The term "nonlinear" is probably one of the most over used terms in mathematics. In the case of chaos theory, a nonlinear equation is one of the form

```		x = f(x)
```
Computational chemists should recognize this as exactly what a self consistent field (SCF) calculation is. In the SCF method, an initial set of orbitals is used to generate a new set of orbitals and the procedure is repeated until some convergence criteria is met.

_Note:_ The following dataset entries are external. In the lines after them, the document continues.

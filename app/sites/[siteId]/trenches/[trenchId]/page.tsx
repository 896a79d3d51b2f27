import { notFound } from "next/navigation";
import { DeepTrenchCaution, DEEP_TRENCH_M, HumanRemainsBanner } from "@/components/cautions";
import { PlanLoader } from "@/components/plan/plan-loader";
import { RecordPhotosPanel } from "@/components/photos/record-photos-panel";
import { SectionWorkbench } from "@/components/sections/section-workbench";
import { SiteNav } from "@/components/site-nav";
import { SquaresPanel } from "@/components/squares/squares-panel";
import { recorders } from "@/lib/api/operation";
import { isPublicError } from "@/lib/server/errors";
import { isRole } from "@/lib/server/membership";
import { pageSiteActor } from "@/lib/server/page-access";

/** The trench plan: a server-read seed (trench, contexts, classes, photos) for the client canvas. */
export default async function TrenchPage({ params }: { params: Promise<{ siteId: string; trenchId: string }> }) {
  const { siteId, trenchId } = await params;
  const { actor, read } = await pageSiteActor(siteId);
  const trench = await read.trench(trenchId).catch((err) => {
    if (isPublicError(err) && err.status === 404) notFound();
    throw err;
  });
  const [contexts, classes, photos, remains, finds, depth, sections, sectionFinds, contextLevels] = await Promise.all([
    read.contexts(trenchId),
    read.classes(),
    read.photos(trenchId),
    read.humanRemains(trenchId),
    read.planFinds(trenchId),
    read.trenchDepth(trenchId),
    read.sections(trenchId),
    read.sectionFinds(trenchId),
    read.trenchContextLevels(trenchId),
  ]);
  const [squares, members] = await Promise.all([read.trenchSquares(trenchId), read.members()]);
  return (
    <>
      <SiteNav siteId={siteId} role={actor.role} current="" />
      <main className="space-y-2 px-2 py-2 lg:px-4">
        <h1 className="text-2xl font-bold">
          Trench {trench.code} <span className="text-lg font-normal text-ink-soft">{trench.name} · plan</span>
        </h1>
        {remains > 0 && <HumanRemainsBanner count={remains} />}
        {(depth.depth ?? 0) > DEEP_TRENCH_M && <DeepTrenchCaution depth={depth.depth!} />}
        <div className="overflow-hidden rounded border border-paper-edge bg-white/60">
          <PlanLoader
            siteId={siteId}
            trench={{
              id: trench.id,
              code: trench.code,
              outline: trench.outline,
              signedOff: Boolean(trench.signedOffAt),
            }}
            classes={classes.map((c) => ({
              id: c.id,
              code: c.code,
              label: c.label,
              colour: c.colour,
              symbol: c.symbol,
              humanRemains: c.humanRemains,
            }))}
            contexts={contexts.map((c) => ({
              id: c.id,
              number: c.number,
              type: c.type,
              state: c.state,
              signedOffAt: c.signedOffAt ? c.signedOffAt.toISOString() : null,
              extent: c.extent ?? null,
            }))}
            photos={photos}
            finds={finds}
            canEdit={isRole(actor, recorders)}
          />
        </div>
        <SquaresPanel
          siteId={siteId}
          trench={{ id: trench.id, code: trench.code, outline: trench.outline }}
          initial={JSON.parse(JSON.stringify(squares))}
          classes={classes.map((c) => ({ id: c.id, code: c.code, label: c.label }))}
          contexts={contexts.map((c) => ({ id: c.id, number: c.number, state: c.state }))}
          finds={finds.map((f) => ({ x: f.x, y: f.y, classId: f.classId, contextId: f.contextId }))}
          canEdit={isRole(actor, recorders)}
          isDirector={actor.role === "director"}
        />
        <RecordPhotosPanel
          siteId={siteId}
          subject="trench"
          subjectId={trench.id}
          what={`trench ${trench.code}`}
          canEdit={isRole(actor, recorders) && !trench.signedOffAt}
          members={members.map((m) => ({ id: m.userId, name: m.name }))}
        />
        <SectionWorkbench
          siteId={siteId}
          trench={{ id: trench.id, code: trench.code }}
          datumName={actor.site.datumName}
          finds={sectionFinds}
          contextLevels={contextLevels}
          sections={sections.map((s) => ({
            id: s.id,
            name: s.name,
            startX: s.startX,
            startY: s.startY,
            endX: s.endX,
            endY: s.endY,
            halfWidth: s.halfWidth,
            exaggeration: s.exaggeration,
          }))}
        />
      </main>
    </>
  );
}
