/**
 * Two fingers on the trench plan at tablet size: spreading them zooms in about the point between them,
 * pinching them zooms out, and moving them together carries the plan along. Real touch input through the
 * browser (CDP Input.dispatchTouchEvent), read back from the view the canvas publishes (data-view).
 */
import { afterAll, beforeAll, describe, expect, it } from "vitest";
import type { Browser, CDPSession, Page } from "playwright-core";
import { openBrowser } from "./support/browser";
import { openFreshPlan, planView, type PlanView } from "./support/plan-trench";

let browser: Browser;
beforeAll(async () => {
  browser = await openBrowser();
});
afterAll(async () => {
  await browser?.close();
});

type Pt = [number, number];
const lerp = (a: Pt, b: Pt, t: number): Pt => [a[0] + (b[0] - a[0]) * t, a[1] + (b[1] - a[1]) * t];
const toWorld = (v: PlanView, sx: number, sy: number): Pt => [(sx - v.ox) / v.scale, (v.oy - sy) / v.scale];

/** Puts two fingers down at `from`, slides them to `to` in steps, lifts them. */
async function twoFingers(cdp: CDPSession, from: [Pt, Pt], to: [Pt, Pt], steps = 12) {
  const points = (t: number) =>
    [0, 1].map((id) => {
      const [x, y] = lerp(from[id], to[id], t);
      return { x, y, id, radiusX: 4, radiusY: 4, force: 1 };
    });
  await cdp.send("Input.dispatchTouchEvent", { type: "touchStart", touchPoints: points(0) });
  for (let i = 1; i <= steps; i++)
    await cdp.send("Input.dispatchTouchEvent", { type: "touchMove", touchPoints: points(i / steps) });
  await cdp.send("Input.dispatchTouchEvent", { type: "touchEnd", touchPoints: [] });
}

/** Waits for the published view to differ from `before`, and returns it. */
async function viewAfter(page: Page, before: PlanView): Promise<PlanView> {
  await page.waitForFunction(
    (b) => document.querySelector("[data-testid=plan-canvas]")?.getAttribute("data-view") !== b,
    JSON.stringify(before),
  );
  return planView(page);
}

describe("trench plan, two-finger gestures on a tablet", () => {
  it("pinches to zoom about the point between the fingers and pans with them", async () => {
    const { page } = await openFreshPlan(browser, "tablet");
    await page.evaluate(() => window.scrollTo(0, 0));
    const cdp = await page.context().newCDPSession(page);
    const box = (await page.getByTestId("plan-canvas").boundingBox())!;
    const local = (p: Pt): Pt => [p[0] - box.x, p[1] - box.y];
    const scaleBar = page.getByTestId("scale-bar");

    // Spread from 80 px apart to 240 px apart about a point left of the centre: three times the scale,
    // and the grid point between the fingers stays between them.
    const v0 = await planView(page);
    const bar0 = await scaleBar.textContent();
    const c1: Pt = [box.x + box.width * 0.4, box.y + box.height * 0.55];
    const under1 = toWorld(v0, ...local(c1));
    await twoFingers(
      cdp,
      [
        [c1[0] - 40, c1[1]],
        [c1[0] + 40, c1[1]],
      ],
      [
        [c1[0] - 120, c1[1]],
        [c1[0] + 120, c1[1]],
      ],
    );
    const v1 = await viewAfter(page, v0);
    expect(v1.scale / v0.scale).toBeCloseTo(3, 3);
    const still1 = toWorld(v1, ...local(c1));
    expect(Math.hypot(still1[0] - under1[0], still1[1] - under1[1]) * v1.scale).toBeLessThan(0.5); // under half a pixel
    await page.waitForFunction((b) => document.querySelector("[data-testid=scale-bar]")?.textContent !== b, bar0);

    // Pinch from 240 px to 60 px apart (a quarter) on a slant about another point.
    const c2: Pt = [box.x + box.width * 0.6, box.y + box.height * 0.4];
    const under2 = toWorld(v1, ...local(c2));
    await twoFingers(
      cdp,
      [
        [c2[0] - 96, c2[1] - 72],
        [c2[0] + 96, c2[1] + 72],
      ],
      [
        [c2[0] - 24, c2[1] - 18],
        [c2[0] + 24, c2[1] + 18],
      ],
    );
    const v2 = await viewAfter(page, v1);
    expect(v2.scale / v1.scale).toBeCloseTo(0.25, 3);
    const still2 = toWorld(v2, ...local(c2));
    expect(Math.hypot(still2[0] - under2[0], still2[1] - under2[1]) * v2.scale).toBeLessThan(0.5);

    // Both fingers slide 90 px right and 50 px down, as far apart at the end as at the start: the scale
    // holds and the grid point that was between them at the start is between them at the end.
    const a: Pt = [box.x + box.width * 0.45, box.y + box.height * 0.5];
    const b: Pt = [a[0] + 90, a[1] + 50];
    const grabbed = toWorld(v2, ...local(a));
    await twoFingers(
      cdp,
      [
        [a[0] - 50, a[1]],
        [a[0] + 50, a[1]],
      ],
      [
        [b[0] - 50, b[1]],
        [b[0] + 50, b[1]],
      ],
    );
    const v3 = await viewAfter(page, v2);
    expect(v3.scale / v2.scale).toBeCloseTo(1, 6);
    const carried = toWorld(v3, ...local(b));
    expect(Math.hypot(carried[0] - grabbed[0], carried[1] - grabbed[1]) * v3.scale).toBeLessThan(0.5);
    expect(v3.ox - v2.ox).toBeCloseTo(90, 3);
    expect(v3.oy - v2.oy).toBeCloseTo(50, 3);

    await page.context().close();
  });
});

The branch of mathematics called "chaos theory" which has been created and explored over the last decade is the study of equations and systems of equations of this type. To some extent the mathematicians are tacking new names onto behavior that computational chemists have been seeing for years, but they are also learning more about why these systems behave the way they do. It is hoped that, in time, the work being done by mathematicians will provide the insight necessary to create better SCF convergence methods.

The purpose of this document is two fold. First it attempts to make the connections between the field of chaos theory and SCF calculations. Second it gives suggestions on how to fix calculations with convergence problems.

## What Nonlinear Systems Do

If one chooses a nonlinear equation, picks a starting value for the nonlinear variable then iterates there are several possible outcomes.

1. After a number of iterations, the value returned by the equation may be the value that was put in on that iteration. This is what chemists desire - a converged solution.
2. The values could be almost repeating but not quite. These are called Lorenz attractor systems in chaos theory.
3. The values produced from one iteration to the next may oscillate between 2 values, 4 values or any other power of 2. (I am not aware of any examples other than powers of 2.)
4. The values produced may be random within some fixed range. Random number generators use this property intentionally, but it is rather annoying when an SCF calculation does so.
5. The values produced may be random and not bounded within any upper or lower limits.
Which type of non-linear behavior is seen depends upon several things; the equation being used, the constants in the equation and the initial value of the variables.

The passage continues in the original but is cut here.